**ACTION ITEM:** Every line in the material below that includes "half" should be copied.

━━ MATERIALS PROVIDED ━━

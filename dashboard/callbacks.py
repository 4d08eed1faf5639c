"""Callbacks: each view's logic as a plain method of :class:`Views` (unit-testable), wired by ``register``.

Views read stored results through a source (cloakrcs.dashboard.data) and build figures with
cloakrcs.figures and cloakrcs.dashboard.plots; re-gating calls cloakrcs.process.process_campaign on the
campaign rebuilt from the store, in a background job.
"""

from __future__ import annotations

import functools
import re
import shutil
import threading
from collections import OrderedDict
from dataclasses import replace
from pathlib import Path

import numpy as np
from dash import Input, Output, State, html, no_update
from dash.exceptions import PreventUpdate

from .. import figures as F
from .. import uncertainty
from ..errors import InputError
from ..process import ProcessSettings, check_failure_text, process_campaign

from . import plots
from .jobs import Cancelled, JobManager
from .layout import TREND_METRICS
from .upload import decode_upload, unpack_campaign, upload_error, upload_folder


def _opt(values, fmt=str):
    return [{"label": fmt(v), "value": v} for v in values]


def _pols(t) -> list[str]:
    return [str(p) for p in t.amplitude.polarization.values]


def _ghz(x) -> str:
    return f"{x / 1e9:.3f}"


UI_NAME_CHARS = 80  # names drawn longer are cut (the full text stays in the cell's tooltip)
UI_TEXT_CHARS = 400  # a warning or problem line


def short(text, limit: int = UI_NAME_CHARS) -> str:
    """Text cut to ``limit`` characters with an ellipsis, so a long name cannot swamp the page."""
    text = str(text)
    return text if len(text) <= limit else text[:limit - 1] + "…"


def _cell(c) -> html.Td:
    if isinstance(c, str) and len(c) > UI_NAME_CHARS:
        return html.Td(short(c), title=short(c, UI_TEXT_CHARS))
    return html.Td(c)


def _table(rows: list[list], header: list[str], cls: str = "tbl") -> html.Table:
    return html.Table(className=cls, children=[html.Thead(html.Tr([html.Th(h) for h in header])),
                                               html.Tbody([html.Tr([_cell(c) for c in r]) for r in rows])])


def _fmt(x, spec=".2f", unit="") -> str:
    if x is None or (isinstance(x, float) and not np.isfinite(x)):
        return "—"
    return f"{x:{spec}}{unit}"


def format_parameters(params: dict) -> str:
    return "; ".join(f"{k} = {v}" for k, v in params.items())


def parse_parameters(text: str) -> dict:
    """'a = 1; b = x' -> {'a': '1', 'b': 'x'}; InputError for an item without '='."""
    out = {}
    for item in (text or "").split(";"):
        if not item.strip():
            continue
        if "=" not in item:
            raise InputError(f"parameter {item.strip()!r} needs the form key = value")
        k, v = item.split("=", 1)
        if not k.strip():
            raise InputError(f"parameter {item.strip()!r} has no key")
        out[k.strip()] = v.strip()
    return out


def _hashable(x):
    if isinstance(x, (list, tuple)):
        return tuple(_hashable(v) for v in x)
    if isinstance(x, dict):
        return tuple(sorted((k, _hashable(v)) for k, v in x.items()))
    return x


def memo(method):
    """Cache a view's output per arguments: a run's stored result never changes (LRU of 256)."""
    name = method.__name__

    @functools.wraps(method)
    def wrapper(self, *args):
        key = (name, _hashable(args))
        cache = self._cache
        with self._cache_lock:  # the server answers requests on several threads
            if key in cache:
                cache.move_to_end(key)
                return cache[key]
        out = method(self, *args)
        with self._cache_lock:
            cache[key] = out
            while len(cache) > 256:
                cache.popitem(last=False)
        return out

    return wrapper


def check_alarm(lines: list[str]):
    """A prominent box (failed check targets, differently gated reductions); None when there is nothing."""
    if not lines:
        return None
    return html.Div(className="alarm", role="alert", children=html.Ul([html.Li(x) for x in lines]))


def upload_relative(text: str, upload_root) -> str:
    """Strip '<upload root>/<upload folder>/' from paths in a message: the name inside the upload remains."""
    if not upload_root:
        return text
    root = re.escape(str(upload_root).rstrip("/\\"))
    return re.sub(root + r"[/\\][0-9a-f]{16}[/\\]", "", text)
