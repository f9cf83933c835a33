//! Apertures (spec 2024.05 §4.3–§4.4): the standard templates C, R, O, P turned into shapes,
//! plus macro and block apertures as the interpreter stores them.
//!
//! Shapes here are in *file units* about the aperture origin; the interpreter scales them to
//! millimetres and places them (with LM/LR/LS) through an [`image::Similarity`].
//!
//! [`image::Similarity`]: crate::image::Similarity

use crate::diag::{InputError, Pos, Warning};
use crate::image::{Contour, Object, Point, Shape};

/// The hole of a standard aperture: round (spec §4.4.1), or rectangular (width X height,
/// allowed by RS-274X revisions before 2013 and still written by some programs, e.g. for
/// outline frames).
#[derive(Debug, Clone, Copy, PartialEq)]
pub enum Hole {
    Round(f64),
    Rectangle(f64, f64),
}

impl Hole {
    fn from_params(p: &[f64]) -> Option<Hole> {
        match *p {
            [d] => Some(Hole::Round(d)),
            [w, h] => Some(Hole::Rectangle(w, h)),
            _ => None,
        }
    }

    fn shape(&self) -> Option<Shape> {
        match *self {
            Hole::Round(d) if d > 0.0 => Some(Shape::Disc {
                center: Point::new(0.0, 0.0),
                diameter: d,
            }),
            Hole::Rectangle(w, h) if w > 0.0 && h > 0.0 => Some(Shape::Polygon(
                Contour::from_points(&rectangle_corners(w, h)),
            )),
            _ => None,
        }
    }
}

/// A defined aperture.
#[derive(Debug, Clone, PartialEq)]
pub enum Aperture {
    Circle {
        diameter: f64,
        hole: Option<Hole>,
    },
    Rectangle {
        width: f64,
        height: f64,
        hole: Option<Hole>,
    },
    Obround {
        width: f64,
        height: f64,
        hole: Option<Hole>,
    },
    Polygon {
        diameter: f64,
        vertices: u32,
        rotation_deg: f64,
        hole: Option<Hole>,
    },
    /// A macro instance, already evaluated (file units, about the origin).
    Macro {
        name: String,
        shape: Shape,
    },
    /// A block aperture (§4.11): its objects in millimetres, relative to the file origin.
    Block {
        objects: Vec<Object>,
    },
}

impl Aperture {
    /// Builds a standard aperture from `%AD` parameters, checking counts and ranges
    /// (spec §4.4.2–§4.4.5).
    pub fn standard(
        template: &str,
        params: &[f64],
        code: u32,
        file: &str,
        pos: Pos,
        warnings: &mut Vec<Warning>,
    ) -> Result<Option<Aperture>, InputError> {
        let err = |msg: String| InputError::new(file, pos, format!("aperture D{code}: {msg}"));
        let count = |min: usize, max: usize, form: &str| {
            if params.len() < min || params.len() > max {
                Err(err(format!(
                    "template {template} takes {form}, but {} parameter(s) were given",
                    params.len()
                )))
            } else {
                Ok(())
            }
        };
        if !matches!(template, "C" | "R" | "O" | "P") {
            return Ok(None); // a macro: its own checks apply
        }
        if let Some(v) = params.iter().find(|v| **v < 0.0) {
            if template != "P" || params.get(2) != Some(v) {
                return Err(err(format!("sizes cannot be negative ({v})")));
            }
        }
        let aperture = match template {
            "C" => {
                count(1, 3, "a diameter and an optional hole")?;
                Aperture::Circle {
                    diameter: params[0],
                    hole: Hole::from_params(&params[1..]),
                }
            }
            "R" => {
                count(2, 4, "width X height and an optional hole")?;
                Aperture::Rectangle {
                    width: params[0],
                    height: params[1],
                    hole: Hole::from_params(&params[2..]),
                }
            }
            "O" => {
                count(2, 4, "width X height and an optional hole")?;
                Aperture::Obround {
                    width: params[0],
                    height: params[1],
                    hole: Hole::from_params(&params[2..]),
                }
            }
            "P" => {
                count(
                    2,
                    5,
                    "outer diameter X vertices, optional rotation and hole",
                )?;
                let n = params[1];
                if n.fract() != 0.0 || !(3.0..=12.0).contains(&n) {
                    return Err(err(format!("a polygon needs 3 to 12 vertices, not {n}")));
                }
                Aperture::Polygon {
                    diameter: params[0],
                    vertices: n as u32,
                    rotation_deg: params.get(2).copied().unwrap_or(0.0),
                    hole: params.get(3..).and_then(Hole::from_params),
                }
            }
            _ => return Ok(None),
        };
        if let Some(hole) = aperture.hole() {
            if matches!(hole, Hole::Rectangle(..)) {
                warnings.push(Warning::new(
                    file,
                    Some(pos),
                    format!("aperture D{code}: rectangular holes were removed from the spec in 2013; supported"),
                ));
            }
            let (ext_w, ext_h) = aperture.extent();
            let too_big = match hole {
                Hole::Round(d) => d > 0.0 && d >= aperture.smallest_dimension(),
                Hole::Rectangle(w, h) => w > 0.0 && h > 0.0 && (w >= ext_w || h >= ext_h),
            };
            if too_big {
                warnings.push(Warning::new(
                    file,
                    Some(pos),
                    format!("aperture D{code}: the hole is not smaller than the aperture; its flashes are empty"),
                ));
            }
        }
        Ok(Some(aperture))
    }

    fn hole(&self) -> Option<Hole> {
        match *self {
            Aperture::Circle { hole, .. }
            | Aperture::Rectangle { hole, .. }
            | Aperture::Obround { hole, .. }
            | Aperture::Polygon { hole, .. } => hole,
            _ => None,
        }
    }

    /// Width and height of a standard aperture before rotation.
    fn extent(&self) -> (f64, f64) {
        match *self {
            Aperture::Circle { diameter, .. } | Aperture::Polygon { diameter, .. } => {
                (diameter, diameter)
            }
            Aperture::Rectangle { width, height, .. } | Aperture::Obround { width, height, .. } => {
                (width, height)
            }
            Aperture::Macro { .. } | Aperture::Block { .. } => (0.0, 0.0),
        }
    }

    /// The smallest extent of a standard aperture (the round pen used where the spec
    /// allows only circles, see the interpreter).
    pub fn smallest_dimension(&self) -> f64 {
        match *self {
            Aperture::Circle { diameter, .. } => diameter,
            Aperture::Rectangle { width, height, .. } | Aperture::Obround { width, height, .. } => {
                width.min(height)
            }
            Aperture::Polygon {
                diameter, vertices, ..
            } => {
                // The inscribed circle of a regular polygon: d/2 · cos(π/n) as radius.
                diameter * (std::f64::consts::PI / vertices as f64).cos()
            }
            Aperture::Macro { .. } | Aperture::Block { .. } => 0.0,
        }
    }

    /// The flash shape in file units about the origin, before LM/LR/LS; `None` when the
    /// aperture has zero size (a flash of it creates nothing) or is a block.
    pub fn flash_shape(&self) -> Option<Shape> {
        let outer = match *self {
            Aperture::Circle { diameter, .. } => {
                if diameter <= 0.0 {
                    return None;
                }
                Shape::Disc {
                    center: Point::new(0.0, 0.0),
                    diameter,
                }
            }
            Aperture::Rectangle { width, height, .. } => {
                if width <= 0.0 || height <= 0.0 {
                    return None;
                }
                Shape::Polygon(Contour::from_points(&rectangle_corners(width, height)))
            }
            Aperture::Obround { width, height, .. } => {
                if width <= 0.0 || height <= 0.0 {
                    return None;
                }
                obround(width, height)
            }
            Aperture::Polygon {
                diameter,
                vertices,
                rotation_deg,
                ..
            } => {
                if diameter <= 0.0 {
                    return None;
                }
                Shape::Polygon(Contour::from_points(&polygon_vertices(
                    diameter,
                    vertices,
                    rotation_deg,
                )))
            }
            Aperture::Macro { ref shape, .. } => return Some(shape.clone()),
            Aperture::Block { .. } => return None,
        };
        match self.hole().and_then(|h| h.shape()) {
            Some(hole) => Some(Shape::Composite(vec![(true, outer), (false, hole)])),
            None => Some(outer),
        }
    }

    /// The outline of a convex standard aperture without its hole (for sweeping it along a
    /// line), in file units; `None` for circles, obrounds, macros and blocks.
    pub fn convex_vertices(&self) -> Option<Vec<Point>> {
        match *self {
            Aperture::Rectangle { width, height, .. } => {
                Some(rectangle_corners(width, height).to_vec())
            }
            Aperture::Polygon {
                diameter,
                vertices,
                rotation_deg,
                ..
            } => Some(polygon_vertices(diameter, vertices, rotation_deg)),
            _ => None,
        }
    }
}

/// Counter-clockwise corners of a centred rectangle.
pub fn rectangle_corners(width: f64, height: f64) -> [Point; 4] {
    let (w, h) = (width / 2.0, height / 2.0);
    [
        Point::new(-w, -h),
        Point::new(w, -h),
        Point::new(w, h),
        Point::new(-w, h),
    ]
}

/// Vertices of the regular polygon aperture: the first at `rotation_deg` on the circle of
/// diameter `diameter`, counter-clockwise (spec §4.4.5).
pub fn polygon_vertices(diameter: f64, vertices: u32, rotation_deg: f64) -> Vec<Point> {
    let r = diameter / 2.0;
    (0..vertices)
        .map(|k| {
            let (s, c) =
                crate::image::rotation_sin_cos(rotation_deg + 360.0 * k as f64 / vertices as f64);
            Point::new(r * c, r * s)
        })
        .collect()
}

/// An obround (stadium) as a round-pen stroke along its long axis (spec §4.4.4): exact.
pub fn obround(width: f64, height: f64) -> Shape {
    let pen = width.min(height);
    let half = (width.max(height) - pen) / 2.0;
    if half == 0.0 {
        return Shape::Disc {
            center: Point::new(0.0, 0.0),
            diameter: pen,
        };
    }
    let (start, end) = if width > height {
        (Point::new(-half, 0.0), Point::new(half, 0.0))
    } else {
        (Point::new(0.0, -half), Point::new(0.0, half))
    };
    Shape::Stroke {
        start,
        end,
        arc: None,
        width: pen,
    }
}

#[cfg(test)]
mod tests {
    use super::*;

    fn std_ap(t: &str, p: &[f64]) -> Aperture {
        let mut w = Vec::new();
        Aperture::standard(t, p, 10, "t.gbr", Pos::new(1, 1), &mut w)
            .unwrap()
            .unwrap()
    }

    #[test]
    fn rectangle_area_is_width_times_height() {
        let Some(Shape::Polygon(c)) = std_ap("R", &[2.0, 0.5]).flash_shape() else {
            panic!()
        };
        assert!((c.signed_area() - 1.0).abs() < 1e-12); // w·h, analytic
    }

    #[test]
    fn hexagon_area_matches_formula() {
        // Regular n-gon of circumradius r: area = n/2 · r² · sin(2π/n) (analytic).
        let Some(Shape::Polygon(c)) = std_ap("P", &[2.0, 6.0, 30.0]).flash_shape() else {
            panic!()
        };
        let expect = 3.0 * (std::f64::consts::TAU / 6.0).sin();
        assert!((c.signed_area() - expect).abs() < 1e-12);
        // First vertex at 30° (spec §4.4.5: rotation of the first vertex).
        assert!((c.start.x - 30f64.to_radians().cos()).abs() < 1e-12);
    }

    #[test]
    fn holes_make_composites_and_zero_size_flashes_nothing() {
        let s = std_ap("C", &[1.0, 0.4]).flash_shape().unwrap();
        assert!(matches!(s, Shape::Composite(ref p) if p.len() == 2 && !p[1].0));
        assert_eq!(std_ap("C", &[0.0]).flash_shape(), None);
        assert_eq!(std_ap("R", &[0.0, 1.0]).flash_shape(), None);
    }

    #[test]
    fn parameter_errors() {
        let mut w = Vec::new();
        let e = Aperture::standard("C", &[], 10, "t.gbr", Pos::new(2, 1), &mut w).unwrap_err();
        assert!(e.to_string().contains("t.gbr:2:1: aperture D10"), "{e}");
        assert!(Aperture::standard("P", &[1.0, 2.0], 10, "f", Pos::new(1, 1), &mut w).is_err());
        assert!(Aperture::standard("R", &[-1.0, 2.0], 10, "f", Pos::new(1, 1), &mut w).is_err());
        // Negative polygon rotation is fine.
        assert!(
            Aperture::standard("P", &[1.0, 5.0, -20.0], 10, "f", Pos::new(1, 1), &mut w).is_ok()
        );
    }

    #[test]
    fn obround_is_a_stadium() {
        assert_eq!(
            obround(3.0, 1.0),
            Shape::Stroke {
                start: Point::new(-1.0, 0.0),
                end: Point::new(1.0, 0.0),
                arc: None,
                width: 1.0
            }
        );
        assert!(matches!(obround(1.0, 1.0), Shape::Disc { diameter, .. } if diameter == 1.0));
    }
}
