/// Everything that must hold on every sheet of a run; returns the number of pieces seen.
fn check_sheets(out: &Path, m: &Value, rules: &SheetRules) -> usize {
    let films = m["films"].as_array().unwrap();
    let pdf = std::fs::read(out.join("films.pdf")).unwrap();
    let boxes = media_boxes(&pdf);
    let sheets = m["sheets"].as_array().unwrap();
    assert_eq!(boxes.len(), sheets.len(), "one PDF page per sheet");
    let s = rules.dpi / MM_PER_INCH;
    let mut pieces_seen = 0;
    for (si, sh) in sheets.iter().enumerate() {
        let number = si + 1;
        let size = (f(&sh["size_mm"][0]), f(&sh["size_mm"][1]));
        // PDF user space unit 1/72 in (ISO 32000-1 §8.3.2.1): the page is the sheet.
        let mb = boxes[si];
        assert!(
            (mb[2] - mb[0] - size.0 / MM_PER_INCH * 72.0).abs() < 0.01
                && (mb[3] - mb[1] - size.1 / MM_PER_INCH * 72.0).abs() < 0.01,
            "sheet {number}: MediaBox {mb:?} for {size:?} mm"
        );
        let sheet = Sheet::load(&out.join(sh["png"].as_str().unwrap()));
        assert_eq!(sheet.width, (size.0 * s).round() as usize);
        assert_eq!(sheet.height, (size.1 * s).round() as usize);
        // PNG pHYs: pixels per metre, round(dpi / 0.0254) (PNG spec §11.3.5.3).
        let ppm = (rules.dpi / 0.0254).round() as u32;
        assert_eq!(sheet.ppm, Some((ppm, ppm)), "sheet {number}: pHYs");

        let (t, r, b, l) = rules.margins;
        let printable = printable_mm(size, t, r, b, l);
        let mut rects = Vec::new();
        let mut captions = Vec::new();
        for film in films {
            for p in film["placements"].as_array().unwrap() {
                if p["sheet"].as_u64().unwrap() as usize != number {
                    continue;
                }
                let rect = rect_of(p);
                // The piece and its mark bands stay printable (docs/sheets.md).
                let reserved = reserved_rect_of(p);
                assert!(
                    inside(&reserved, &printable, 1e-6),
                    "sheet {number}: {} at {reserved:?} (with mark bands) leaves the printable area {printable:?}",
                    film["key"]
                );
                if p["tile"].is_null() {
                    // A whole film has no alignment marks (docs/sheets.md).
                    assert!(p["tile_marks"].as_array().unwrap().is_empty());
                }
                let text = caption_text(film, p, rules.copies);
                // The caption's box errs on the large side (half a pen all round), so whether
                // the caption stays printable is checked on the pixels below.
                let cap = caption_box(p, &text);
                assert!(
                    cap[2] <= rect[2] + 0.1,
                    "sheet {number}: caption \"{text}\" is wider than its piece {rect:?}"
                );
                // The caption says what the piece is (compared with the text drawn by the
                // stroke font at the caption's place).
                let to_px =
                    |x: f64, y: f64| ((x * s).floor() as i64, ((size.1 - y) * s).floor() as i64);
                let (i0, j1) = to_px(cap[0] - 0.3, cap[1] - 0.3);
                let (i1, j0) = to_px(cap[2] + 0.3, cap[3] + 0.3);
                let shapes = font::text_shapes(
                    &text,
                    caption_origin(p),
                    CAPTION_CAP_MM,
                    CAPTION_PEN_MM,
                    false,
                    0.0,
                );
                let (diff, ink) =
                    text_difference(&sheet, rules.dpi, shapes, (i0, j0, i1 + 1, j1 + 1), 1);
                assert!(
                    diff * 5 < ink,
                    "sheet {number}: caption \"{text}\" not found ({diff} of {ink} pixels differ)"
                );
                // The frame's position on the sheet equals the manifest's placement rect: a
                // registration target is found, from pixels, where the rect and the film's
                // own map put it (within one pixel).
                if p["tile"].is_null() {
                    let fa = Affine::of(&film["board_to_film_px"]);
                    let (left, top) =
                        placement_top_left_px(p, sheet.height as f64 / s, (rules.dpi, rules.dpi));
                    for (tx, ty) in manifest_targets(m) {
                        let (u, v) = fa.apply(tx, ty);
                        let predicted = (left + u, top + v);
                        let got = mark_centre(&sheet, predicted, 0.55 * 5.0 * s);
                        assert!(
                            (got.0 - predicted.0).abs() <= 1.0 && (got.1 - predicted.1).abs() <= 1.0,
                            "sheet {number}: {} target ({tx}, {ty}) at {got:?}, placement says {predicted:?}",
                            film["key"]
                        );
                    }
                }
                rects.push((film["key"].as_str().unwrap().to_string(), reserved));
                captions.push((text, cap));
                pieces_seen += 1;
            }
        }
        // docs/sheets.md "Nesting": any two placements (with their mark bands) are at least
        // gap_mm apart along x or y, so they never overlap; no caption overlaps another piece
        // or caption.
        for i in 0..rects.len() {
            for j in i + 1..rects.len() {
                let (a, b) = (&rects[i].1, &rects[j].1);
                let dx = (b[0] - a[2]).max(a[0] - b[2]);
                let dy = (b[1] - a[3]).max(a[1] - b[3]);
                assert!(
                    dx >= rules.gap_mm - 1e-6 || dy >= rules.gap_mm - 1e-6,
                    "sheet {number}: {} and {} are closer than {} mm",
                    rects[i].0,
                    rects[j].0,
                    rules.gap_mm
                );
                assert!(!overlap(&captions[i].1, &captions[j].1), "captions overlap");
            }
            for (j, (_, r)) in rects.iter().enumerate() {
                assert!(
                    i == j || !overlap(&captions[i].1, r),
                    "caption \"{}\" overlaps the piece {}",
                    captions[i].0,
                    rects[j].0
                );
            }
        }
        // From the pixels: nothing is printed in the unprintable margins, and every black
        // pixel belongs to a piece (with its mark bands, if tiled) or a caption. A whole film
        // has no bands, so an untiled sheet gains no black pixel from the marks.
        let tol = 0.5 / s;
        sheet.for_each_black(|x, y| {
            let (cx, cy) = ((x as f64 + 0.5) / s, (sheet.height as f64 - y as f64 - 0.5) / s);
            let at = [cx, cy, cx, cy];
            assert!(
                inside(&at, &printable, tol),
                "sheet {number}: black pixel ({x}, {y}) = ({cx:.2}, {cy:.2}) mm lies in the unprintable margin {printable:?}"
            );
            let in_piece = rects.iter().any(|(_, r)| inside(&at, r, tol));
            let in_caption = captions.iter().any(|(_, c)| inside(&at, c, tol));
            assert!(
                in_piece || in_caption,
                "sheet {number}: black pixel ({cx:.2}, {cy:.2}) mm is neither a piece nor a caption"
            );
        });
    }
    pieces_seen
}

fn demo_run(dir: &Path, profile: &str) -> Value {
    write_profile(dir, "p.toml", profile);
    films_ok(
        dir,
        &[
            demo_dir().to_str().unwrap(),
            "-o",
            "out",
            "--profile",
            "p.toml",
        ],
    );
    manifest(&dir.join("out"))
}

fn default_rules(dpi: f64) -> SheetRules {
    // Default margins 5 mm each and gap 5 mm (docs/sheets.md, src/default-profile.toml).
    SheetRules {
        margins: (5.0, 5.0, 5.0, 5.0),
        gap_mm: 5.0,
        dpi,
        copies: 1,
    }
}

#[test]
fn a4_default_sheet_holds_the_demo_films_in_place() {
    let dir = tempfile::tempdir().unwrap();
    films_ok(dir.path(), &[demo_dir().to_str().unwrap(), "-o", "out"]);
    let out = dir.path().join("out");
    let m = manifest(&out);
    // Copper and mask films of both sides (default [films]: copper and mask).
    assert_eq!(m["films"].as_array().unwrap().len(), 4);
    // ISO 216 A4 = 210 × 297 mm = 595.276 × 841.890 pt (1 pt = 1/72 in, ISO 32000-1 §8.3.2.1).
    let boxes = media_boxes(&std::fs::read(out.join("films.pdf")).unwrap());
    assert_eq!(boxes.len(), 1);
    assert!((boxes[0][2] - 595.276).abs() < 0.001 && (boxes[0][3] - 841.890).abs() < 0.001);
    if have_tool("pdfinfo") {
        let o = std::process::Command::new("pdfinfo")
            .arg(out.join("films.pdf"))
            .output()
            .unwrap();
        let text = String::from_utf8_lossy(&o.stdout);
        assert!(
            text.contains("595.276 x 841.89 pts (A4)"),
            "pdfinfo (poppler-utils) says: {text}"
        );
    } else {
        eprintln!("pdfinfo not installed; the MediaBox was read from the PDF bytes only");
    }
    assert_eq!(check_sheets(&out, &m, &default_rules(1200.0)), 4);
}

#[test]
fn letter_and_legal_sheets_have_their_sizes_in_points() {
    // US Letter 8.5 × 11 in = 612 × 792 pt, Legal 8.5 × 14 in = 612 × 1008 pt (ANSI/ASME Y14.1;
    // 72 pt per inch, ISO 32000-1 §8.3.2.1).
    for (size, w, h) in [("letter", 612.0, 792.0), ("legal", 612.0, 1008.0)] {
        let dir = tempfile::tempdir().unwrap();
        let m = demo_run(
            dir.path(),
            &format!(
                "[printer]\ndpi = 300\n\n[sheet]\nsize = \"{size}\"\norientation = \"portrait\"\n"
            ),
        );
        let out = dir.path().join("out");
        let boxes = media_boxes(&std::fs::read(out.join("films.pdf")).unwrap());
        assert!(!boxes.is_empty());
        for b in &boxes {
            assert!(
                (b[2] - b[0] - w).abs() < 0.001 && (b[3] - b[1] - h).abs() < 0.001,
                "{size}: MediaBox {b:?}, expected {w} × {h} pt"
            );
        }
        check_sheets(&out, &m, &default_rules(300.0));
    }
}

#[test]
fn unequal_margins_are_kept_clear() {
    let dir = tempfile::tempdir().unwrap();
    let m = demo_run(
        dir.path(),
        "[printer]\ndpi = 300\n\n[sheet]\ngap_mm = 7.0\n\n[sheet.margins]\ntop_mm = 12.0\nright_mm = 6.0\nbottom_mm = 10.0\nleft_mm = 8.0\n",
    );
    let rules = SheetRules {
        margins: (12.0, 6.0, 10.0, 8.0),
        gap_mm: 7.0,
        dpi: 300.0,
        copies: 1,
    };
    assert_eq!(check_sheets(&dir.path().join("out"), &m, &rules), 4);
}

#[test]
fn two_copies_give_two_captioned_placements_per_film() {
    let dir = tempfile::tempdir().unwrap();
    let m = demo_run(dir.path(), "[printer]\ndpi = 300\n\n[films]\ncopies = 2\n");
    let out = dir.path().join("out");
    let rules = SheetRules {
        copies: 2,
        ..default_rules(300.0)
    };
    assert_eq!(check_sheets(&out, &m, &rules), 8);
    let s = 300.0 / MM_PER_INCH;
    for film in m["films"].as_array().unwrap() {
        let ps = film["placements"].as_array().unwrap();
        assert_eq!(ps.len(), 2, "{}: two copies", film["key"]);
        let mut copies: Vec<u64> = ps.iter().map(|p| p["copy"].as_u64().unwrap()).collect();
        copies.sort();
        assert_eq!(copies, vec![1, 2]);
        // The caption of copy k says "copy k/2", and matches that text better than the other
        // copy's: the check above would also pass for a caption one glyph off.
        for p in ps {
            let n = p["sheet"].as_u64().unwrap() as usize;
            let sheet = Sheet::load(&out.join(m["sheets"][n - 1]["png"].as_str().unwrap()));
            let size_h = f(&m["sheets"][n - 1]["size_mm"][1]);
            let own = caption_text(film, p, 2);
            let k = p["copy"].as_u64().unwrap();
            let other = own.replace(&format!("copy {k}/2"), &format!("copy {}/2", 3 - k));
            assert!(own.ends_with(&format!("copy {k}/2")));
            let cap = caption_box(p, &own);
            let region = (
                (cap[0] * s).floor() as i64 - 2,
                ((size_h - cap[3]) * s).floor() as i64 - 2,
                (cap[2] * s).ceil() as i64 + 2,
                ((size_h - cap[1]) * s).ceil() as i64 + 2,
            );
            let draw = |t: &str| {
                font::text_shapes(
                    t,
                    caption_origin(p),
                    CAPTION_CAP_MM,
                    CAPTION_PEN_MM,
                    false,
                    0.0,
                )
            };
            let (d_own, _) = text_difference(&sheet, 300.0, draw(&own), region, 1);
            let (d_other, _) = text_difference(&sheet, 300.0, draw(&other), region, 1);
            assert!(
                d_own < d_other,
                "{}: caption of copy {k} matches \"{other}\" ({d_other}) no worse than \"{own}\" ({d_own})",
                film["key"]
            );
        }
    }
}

━━━

**SOLUTION FOR THIS PROBLEM:**
    let half = (width.max(height) - pen) / 2.0;
    if half == 0.0 {
        (Point::new(-half, 0.0), Point::new(half, 0.0))
        (Point::new(0.0, -half), Point::new(0.0, half))
                // The caption's box errs on the large side (half a pen all round), so whether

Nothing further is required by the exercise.